Aria went to work with equal aplomb on a slice of honeydew melon. “Before we discuss a reply to Tory’s email, have either of you learned exactly what happened to Lisa?” she asked.
“You were the last to see her, right?” Pierce asked. “She paid you a visit?”
“Yes. She showed up unannounced. It provided a timely test for my security contingent. They detected her approach from half an hour out and tracked her all the way here.”

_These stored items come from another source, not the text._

/** A re-check after a return: what changed since the returned version, shown first. */
export function SinceReturnSection({ check, sinceReturn }: { check: CheckDetail; sinceReturn: SinceReturn }) {
  const sr = check.sinceReturn!.comparison;
  const { version } = check;
  const sheetHref = sheetHrefOf(check);
  return (
    <section aria-labelledby="since-return-title" className="space-y-3 rounded border-2 border-accent bg-surface p-4">
      <h2 id="since-return-title" className="text-lg font-bold">
        Changes since version {sinceReturn.comparisonBase}, the version{' '}
        {sinceReturn.byYou ? 'you returned' : `${sinceReturn.by} returned`}
      </h2>
      <p className="text-sm text-ink-muted">
        {sr!.summary.cells.added} added, {sr!.summary.cells.removed} removed, {sr!.summary.cells.changed} changed,{' '}
        {sr!.summary.cells.moved} moved, {sr!.summary.cells.unchanged} unchanged;{' '}
        {resultChangesText(sr!.summary.results)}; criteria that flipped: {sr!.summary.criteriaFlipped}.{' '}
        <Link
          href={`${sheetHref}/compare?base=${sinceReturn.comparisonBase}&target=${version.number}`}
          className="text-accent underline"
        >
          Open this comparison
        </Link>
      </p>
      {sr!.cells.filter((c) => c.status !== 'unchanged').length === 0 ? (
        <p className="text-ink-muted">No cell changed since version {sinceReturn.comparisonBase}.</p>
      ) : null}
      {sr!.cells
        .filter((c) => c.status !== 'unchanged')
        .map((cell) => (
          <article
            key={cell.id}
            aria-label={`Cell ${cell.id}, ${cell.status} since version ${sinceReturn.comparisonBase}`}
            className="rounded border border-rule bg-paper p-3"
          >
            <p className="text-xs font-semibold text-ink-muted">
              {cell.targetIndex !== null
                ? `Cell ${cell.targetIndex + 1}`
                : `Removed cell (was cell ${cell.baseIndex! + 1})`}{' '}
              · {cell.status}
              {cell.moved ? ' · moved' : ''}
            </p>
            {cell.sourceDiff ? <SourceDiff pieces={cell.sourceDiff} /> : null}
          </article>
        ))}
      {sr!.results.some((r) => r.status !== 'unchanged') ? (
        <ul className="text-sm">
          {sr!.results
            .filter((r) => r.status !== 'unchanged')
            .map((r) => (
              <li key={r.key}>
                <span className="font-mono">
                  <VisibleText text={r.name} />
                </span>
                : {r.old?.error ? `error: ${r.old.error}` : (r.old?.text ?? '—')} →{' '}
                {r.new?.error ? `error: ${r.new.error}` : (r.new?.text ?? '—')}
                {r.flipped ? ' (pass/fail flipped)' : ''}
              </li>
            ))}
        </ul>
      ) : null}
      <h3 className="font-bold">Calculation record and attachments since version {sinceReturn.comparisonBase}</h3>
      <RecordChanges record={sr!.record} first={false} />
    </section>
  );
}
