// Sheet evaluation: cells in order, one statement per line, names defined once and only above their
// use, errors kept to the cell (and the statements that depend on it), design criteria compared
// exactly, and a content-addressed cache so that re-evaluating after an edit only evaluates the
// edited cell and what depends on it.
import { createHash } from 'node:crypto';
import type { MathJsInstance, MathNode, Unit } from 'mathjs';
import { CONSTANTS, CONSTANTS_EDITION } from './constants';
import { displayValue, formatNumberTex, formatNumberText, unitTexOf } from './format';
import { LIBRARY } from './functions';
import { bindLibrary } from './library-adapter';
import { bidiRefusalReason, findBidiControl } from './bidi-controls';
import { createEngineMath, REFUSED_NAMES, type EngineMath } from './math-instance';
import { checkDefinitionName } from './names';
import { NAME_CHAR, NAME_START } from './name-syntax';
import { formulaTex, substitutedTex, substitutionTex, type TexContext } from './tex';
import type {
  CellInput,
  CellResult,
  CriterionResult,
  DisplayValue,
  EvaluateOptions,
  InputTable,
  SheetReference,
  SheetResult,
  StatementResult,
} from './types';
import { REFERENCE_FUNCTION, referenceKey, stripComment } from './references';
import {
  computeStudy,
  inputUncertainty,
  MONTE_CARLO_PER_SHEET,
  propagateUncertainty,
  Reevaluator,
  siOf,
  type ChainStatement,
} from './studies';
import { STUDY_STATEMENTS, studyBindings, type StudyStatement } from './study-functions';
import { ENGINE_VERSION } from './version';
import { installSizeGuards, LIMITS } from './limits';
import { extractUnitLiterals, UNIT_PLACEHOLDER_PREFIX, type UnitLiteral } from './unit-literals';
import { lintExpression, type LintFinding } from './lint';
import { describeOperand, engineerMessage, notDefined, parseMessage } from './messages';
import { nonFiniteReason } from './non-finite';
import { DISPLAY_UNITS_DEFAULT, setDisplayUnits, tradeDisplay } from './display-units';

type AnyNode = MathNode & {
  type: string;
  name?: string;
  op?: string;
  fn?: AnyNode | string;
  args?: AnyNode[];
  object?: AnyNode;
  index?: unknown;
  value?: AnyNode;
  params?: AnyNode[] | string[];
  expr?: AnyNode;
  conditionals?: string[];
  implicit?: boolean;
};

const RELATIONAL_FNS: Record<string, (a: number, b: number) => boolean> = {
  smaller: (a, b) => a < b,
  larger: (a, b) => a > b,
  smallerEq: (a, b) => a <= b,
  largerEq: (a, b) => a >= b,
  equal: (a, b) => a === b,
  unequal: (a, b) => a !== b,
};

interface ParsedStatement {
  line: number;
  source: string;
  node: AnyNode | null;
  parseError: string | null;
  kind: StatementResult['kind'];
  /** Name defined by this statement (definitions and functions). */
  defines: string | null;
  /** Free names it uses (sheet names; units, functions and built-in constants excluded). */
  uses: string[];
  /** Bare names that are also units: quantities where the sheet defines them, units otherwise. */
  unitNamed: string[];
  /** Names called as functions that are built-in functions: the sheet's own where it defines them (names.ts). */
  fnNamed?: string[];
  /** Every name called as a function (`f(x)`), to refuse calling a quantity. */
  calls?: string[];
  /** Unit expressions written after numbers and after `to`, bound to placeholder symbols. */
  unitLiterals: UnitLiteral[];
  /** A problem found without evaluating (unknown unit in a conversion, a bad assignment target). */
  staticError: string | null;
  /** `table.column` reads, checked against the input tables before evaluating. */
  columns: Array<{ table: string; column: string }>;
  /** A definition `x = value ± u` (or `uncertain(value, u)`): an input with a standard uncertainty. */
  uncertain: boolean;
  /** A definition `x = fromRevision("SHEET", "REV", "name")`: a cited result of another sheet. */
  reference: SheetReference | null;
  /** `correlation(x, y, r)`: the correlation coefficient of two uncertain inputs. */
  correlation?: { a: string; b: string; r: number };
  /** `sweep(…)`, `plot(…)` or `spacetime(…)`: the input swept and the results named. */
  study: { kind: StudyStatement; input: string; targets: string[] } | null;
  /** Names read as a unit or mathematical constant where a physical constant is likely meant (lint.ts). */
  lint?: LintFinding[];
  /** The compiled right-hand side (definitions) or statement (functions), made on first use. */
  compiled?: { evaluate(scope: Map<string, unknown>): unknown };
}
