/** The check and the caller's roles in its project: 404 unless a member. */
export async function requireCheck(
  db: Kysely<Database>,
  actor: Actor,
  checkId: string,
): Promise<{ check: CheckRow; roles: ProjectRole[] }> {
  const check = await loadCheck(db, checkId);
  const roles = check ? await rolesOf(db, check.project_id, actor.userId) : [];
  if (!check || roles.length === 0)
    throw new AppError('not_found', 'No such check, or you are not a member of its project.');
  return { check, roles };
}

const conflict = (check: { state: CheckState }, wanted: string) =>
  new AppError('conflict', `This check is ${STATE_LABELS[check.state]}; it cannot be ${wanted} now.`, {
    state: check.state,
  });

/** A finding as acknowledged on submission, stored with the check. */
export type StoredAcknowledgement = SubmissionFinding & { text: string };

// ── Submit ───────────────────────────────────────────────────────────────────────────────────

/**
 * The project's checkers, each with the reason they cannot check version `versionNumber` if
 * `submitterId` submitted it now (the submitter signs it prepared and cannot also check it).
 */
export async function eligibleCheckers(
  db: Db,
  sheet: { id: string; project_id: string },
  versionNumber: number,
  submitterId?: string,
) {
  const after = await lastApprovedNumber(db, sheet.id);
  const who = await participants(db, sheet.id, after, versionNumber, { preparerId: submitterId });
  const members = await db
    .selectFrom('project_members as m')
    .innerJoin('users as u', 'u.id', 'm.user_id')
    .select(['u.id', 'u.display_name'])
    .where('m.project_id', '=', sheet.project_id)
    .where('m.role', '=', 'checker')
    .where('u.disabled_at', 'is', null)
    .orderBy('u.display_name')
    .execute();
  return members.map((m) => {
    const refusal = checkerRefusal({ userId: m.id, name: m.display_name, roles: ['checker'] }, who);
    return { userId: m.id, name: m.display_name, eligible: refusal === null, reason: refusal?.message ?? null };
  });
}

export async function submitForCheck(
  db: Kysely<Database>,
  actor: Actor,
  sheet: { id: string; project_id: string; number: number; title: string },
  raw: z.input<typeof submitSchema>,
) {
  const input = { ...raw, acknowledgements: raw.acknowledgements ?? [] };
  const version = await getVersion(db, sheet.id, input.versionNumber);
  if (!version) throw new AppError('not_found', `Version ${input.versionNumber} does not exist.`);
  const after = await lastApprovedNumber(db, sheet.id);
  if (after !== null && input.versionNumber <= after) {
    throw new AppError('conflict', `Version ${after} is already approved; submit a later version.`, {
      lastApproved: after,
    });
  }
  const checker = await person(db, sheet.project_id, input.checkerId);
  if (checker.disabled) throw new AppError('bad_request', `${checker.name}'s account is disabled.`);
  // The submitter signs it prepared: they count as its preparer, beside everyone who authored or signed it.
  const refusal = checkerRefusal(
    checker,
    await participants(db, sheet.id, after, input.versionNumber, { preparerId: actor.userId }),
  );
  if (refusal) await refuse(db, actor, sheet, refusal, 'submit');
  // Nothing is signed on a broken or unsupported sheet without the originator's written word on each item.
  const findings = submissionFindings(version.content, version.results);
  const { missing, unknown } = unacknowledged(findings, input.acknowledgements);
  if (unknown.length > 0)
    throw new AppError(
      'bad_request',
      `Acknowledgements name items this version does not have: ${unknown.join(', ')}.`,
      { unknownAcknowledgements: unknown },
    );
  if (missing.length > 0) {
    throw new AppError(
      'bad_request',
      `Version ${version.number} has ${missing.length === 1 ? 'an item' : `${missing.length} items`} to acknowledge in writing before it can be submitted: ${missing.map((f) => f.message).join('; ')}`,
      { acknowledgementsNeeded: findings },
    );
  }
  const texts = new Map(input.acknowledgements.map((a) => [a.key, a.text.trim()]));
  const acknowledgements: StoredAcknowledgement[] = findings.map((f) => ({ ...f, text: texts.get(f.key)! }));
  await confirmPassword(db, actor, sheet, 'prepared', input.password);

  const project = await db
    .selectFrom('projects')
    .select('code')
    .where('id', '=', sheet.project_id)
    .executeTakeFirstOrThrow();
  const code = formatSheetNumber(project.code, sheet.number);
  try {
    return await db.transaction().execute(async (trx) => {
      const check = await trx
        .insertInto('checks')
        .values({
          sheet_id: sheet.id,
          project_id: sheet.project_id,
          version_number: version.number,
          version_sha256: version.sha256,
          base_version_number: after,
          submitted_by: actor.userId,
          checker_id: checker.userId,
          acknowledgements: JSON.stringify(acknowledgements),
        })
        .returning(['id'])
        .executeTakeFirstOrThrow();
      await sign(
        trx,
        actor,
        { sheetId: sheet.id, projectId: sheet.project_id, number: version.number, sha256: version.sha256 },
        'prepared',
        check.id,
      );
      await carryOverWork(trx, actor, { id: check.id, sheetId: sheet.id, projectId: sheet.project_id });
      await recordAudit(trx, actor, {
        action: 'check.submit',
        objectType: 'check',
        objectId: check.id,
        projectId: sheet.project_id,
        newValue: {
          sheet: code,
          version: version.number,
          sha256: version.sha256,
          checker: checker.name,
          base: after,
          acknowledgements,
        },
      });
      await notify(
        trx,
        [checker],
        'check-submitted',
        `${code} version ${version.number} is submitted to you for check`,
        [
          `${actor.name} submitted version ${version.number} of ${code} "${sheet.title}" for your check.`,
          after === null
            ? 'It is a first check: review the whole sheet.'
            : `Review it against version ${after}, the last approved one.`,
        ],
        `${appUrl()}/checks/${check.id}`,
      );
      return { id: check.id, state: 'in_check' as const, versionNumber: version.number, sha256: version.sha256 };
    });
  } catch (error) {
    if ((error as { constraint?: string }).constraint === 'checks_one_open_per_sheet') {
      const open = await db
        .selectFrom('checks')
        .select(['id', 'state', 'version_number'])
        .where('sheet_id', '=', sheet.id)
        .where('state', 'in', ['in_check', 'checked'])
        .executeTakeFirst();
      throw new AppError(
        'conflict',
        `Version ${open?.version_number} of this sheet is ${open ? STATE_LABELS[open.state] : 'under check'}; one submission at a time.`,
        { checkId: open?.id, state: open?.state },
      );
    }
    throw error;
  }
}

// ── The checker's work and comments ──────────────────────────────────────────────────────────

type ThreadScope = Pick<CheckRow, 'id' | 'sheet_id' | 'base_version_number'>;

/** The check's creation time, read in SQL (a JavaScript Date would lose the microseconds). */
const createdAtOf = (db: Db, checkId: string) =>
  db.selectFrom('checks as me').select('me.created_at').where('me.id', '=', checkId);

/**
 * The first comments of the threads a check carries: those opened on it, and those opened on the
 * earlier checks of the same sheet against the same base (versions returned with comments and
 * submitted again) that were still open when it was submitted. So a comment is answered after the
 * return and resolved by the checker at the resubmission, and signing waits for it.
 */
function threadRoots(db: Db, check: ThreadScope) {
  return db
    .selectFrom('check_comments as t')
    .innerJoin('checks as k', 'k.id', 't.check_id')
    .where('t.thread_id', 'is', null)
    .where((eb) =>
      eb.or([
        eb('t.check_id', '=', check.id),
        eb.and([
          eb('k.sheet_id', '=', check.sheet_id),
          sql<boolean>`k.base_version_number is not distinct from ${check.base_version_number}`,
          eb('k.created_at', '<', createdAtOf(db, check.id)),
          eb.or([eb('t.resolved_at', 'is', null), eb('t.resolved_at', '>=', createdAtOf(db, check.id))]),
        ]),
      ]),
    );
}

/** A returned check stays open to replies until the sheet is submitted again. */
async function submittedAgain(db: Db, check: ThreadScope): Promise<boolean> {
  return (
    (await db
      .selectFrom('checks')
      .select('id')
      .where('sheet_id', '=', check.sheet_id)
      .where('created_at', '>', createdAtOf(db, check.id))
      .executeTakeFirst()) !== undefined
  );
}

/** JSON with the keys of every object sorted (jsonb stores keys in its own order). */
const canonicalJson = (v: unknown): string =>
  JSON.stringify(v, (_k, x) =>
    x && typeof x === 'object' && !Array.isArray(x)
      ? Object.fromEntries(Object.entries(x).sort(([a], [b]) => (a < b ? -1 : 1)))
      : x,
  );

export async function saveCheckWork(
  db: Kysely<Database>,
  actor: Actor,
  checkId: string,
  input: z.infer<typeof checkWorkSchema>,
) {
  const { check } = await requireCheck(db, actor, checkId);
  if (check.checker_id !== actor.userId)
    throw new AppError('forbidden', 'Only the checker named on this check records its work.');
  if (check.state !== 'in_check') throw conflict(check, 'changed');
  let results: SheetResult | null | undefined;
  if (input.alternateCells) {
    // Evaluated as a save (stored with the check), with the checked version's settings and the sheet's citations.
    results = input.alternateCells.length
      ? (
          await evaluateInContext(db, {
            cells: input.alternateCells,
            settings: { ofVersion: check.version_number },
            sheet: { id: check.sheet_id, projectId: check.project_id },
            run: { kind: 'save', userId: actor.userId, affinity: `check:${check.id}` },
          })
        ).results
      : null;
  }
  const given = {
    method: input.verificationMethod !== undefined,
    notes: input.checkerNotes !== undefined,
    cells: input.alternateCells !== undefined,
    tolerance: input.tolerance !== undefined,
    confirm: input.confirmCarriedOver === true,
  };
  if (!given.method && !given.notes && !given.cells && !given.tolerance && !given.confirm)
    return { ok: true, alternateResults: null };
  return db.transaction().execute(async (trx) => {
    // The values before the change, read under a row lock, so that the audit event records them exactly.
    const before = await trx
      .selectFrom('checks')
      .select(['state', 'verification_method', 'checker_notes', 'alternate_cells', 'tolerance_text', 'carried_over'])
      .where('id', '=', check.id)
      .forUpdate()
      .executeTakeFirstOrThrow();
    if (before.state !== 'in_check') throw conflict(before, 'changed');
    const tolerance = input.tolerance ? parseTolerance(input.tolerance) : null;
    // A carried-over field the checker changes is their own work from now on; one saved unchanged stays marked.
    const edited = new Set<CarriedField>();
    if (given.method && input.verificationMethod !== before.verification_method) edited.add('verificationMethod');
    if (given.notes && input.checkerNotes !== before.checker_notes) edited.add('checkerNotes');
    if (given.cells && canonicalJson(input.alternateCells) !== canonicalJson(before.alternate_cells))
      edited.add('alternateCells');
    if (given.tolerance && (input.tolerance ?? null) !== before.tolerance_text) edited.add('tolerance');
    const carriedBefore = readCarriedOver(before.carried_over);
    if (given.confirm && !carriedBefore)
      throw new AppError('conflict', 'This check carries over no work from an earlier check.');
    const carried = carriedBefore
      ? {
          ...carriedBefore,
          fields: carriedBefore.fields.filter((f) => !edited.has(f)),
          ...(given.confirm && !carriedBefore.confirmedAt
            ? { confirmedAt: new Date().toISOString(), confirmedBy: actor.name }
            : {}),
        }
      : null;
    await trx
      .updateTable('checks')
      .set({
        ...(given.method ? { verification_method: input.verificationMethod } : {}),
        ...(given.notes ? { checker_notes: input.checkerNotes } : {}),
        ...(input.alternateCells
          ? {
              alternate_cells: JSON.stringify(input.alternateCells),
              alternate_results: results ? JSON.stringify(results) : null,
            }
          : {}),
        ...(given.tolerance
          ? { tolerance: tolerance?.ok ? tolerance.value : null, tolerance_text: input.tolerance || null }
          : {}),
        ...(carried ? { carried_over: JSON.stringify(carried) } : {}),
        updated_at: sql`now()`,
      })
      .where('id', '=', check.id)
      .execute();
    const oldValue: Record<string, unknown> = {};
    const newValue: Record<string, unknown> = {};
    if (given.method)
      [oldValue.verificationMethod, newValue.verificationMethod] = [
        before.verification_method,
        input.verificationMethod,
      ];
    if (given.notes) [oldValue.checkerNotes, newValue.checkerNotes] = [before.checker_notes, input.checkerNotes];
    if (given.cells)
      [oldValue.alternateCells, newValue.alternateCells] = [before.alternate_cells, input.alternateCells];
    if (given.tolerance) [oldValue.tolerance, newValue.tolerance] = [before.tolerance_text, input.tolerance || null];
    if (carried && JSON.stringify(carried) !== JSON.stringify(carriedBefore))
      [oldValue.carriedOver, newValue.carriedOver] = [carriedBefore, carried];
    await recordAudit(trx, actor, {
      action: 'check.work',
      objectType: 'check',
      objectId: check.id,
      projectId: check.project_id,
      oldValue,
      newValue,
    });
    return { ok: true, alternateResults: results ?? null };
  });
}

David set his fork down softly on the white tablecloth and cleared his throat. He’d hoped to finish his lunch before having this conversation, but it seemed silly to trifle now that Aria had teed it up. “Lisa was killed with a neurotoxin. Batrachotoxin to be precise. An injector hidden in her seat was activated by a trip-switch calibrated to her weight, 120 to 130 pounds. It triggered when the attached altimeter indicated that her G650 had crossed into long-range cruising altitude, 45,000 feet. Ironically, it was her attempt to escape that killed her. Hopefully she died in her sleep.”
“You have a contact at the Orange County Sheriff’s Department?” Pierce asked, visibly impressed.
David wetted his throat with a swallow of Champagne. “No. That’s just how I designed it. Her seat, her weight, a long-range flight. Safety measures designed to ensure that there wouldn’t be an innocent victim.”
Pierce’s eyes went wide, then turned toward his steak knife. It was the hefty kind, with a riveted hardwood handle and a sharp serrated edge.
“Same thing with Allison?” Aria asked, her voice strained but steady.
“No. I strapped a canister of anesthetic under her seat and triggered it directly. I was in the car right behind hers. I’d phoned her agent with a fake urgent audition to get her going fast on the right road. She fell asleep and the laws of physics did the rest.”
“She was innocent!” Pierce shouted. “How could you kill that innocent girl?”
David wiped his lips with a linen napkin. “None of us are innocent, Pierce. Twenty years ago, we killed Kirsten to keep our secret. This year we plotted to kill nine more people to maintain it. In another twenty years, we’d have done it again. Ad infinitum. We’re all mass murderers.”
Pierce grabbed the knife.
David looked directly into his bulging eyes. “And what are we giving the world in exchange?”
Pierce gritted his teeth, but stayed silent.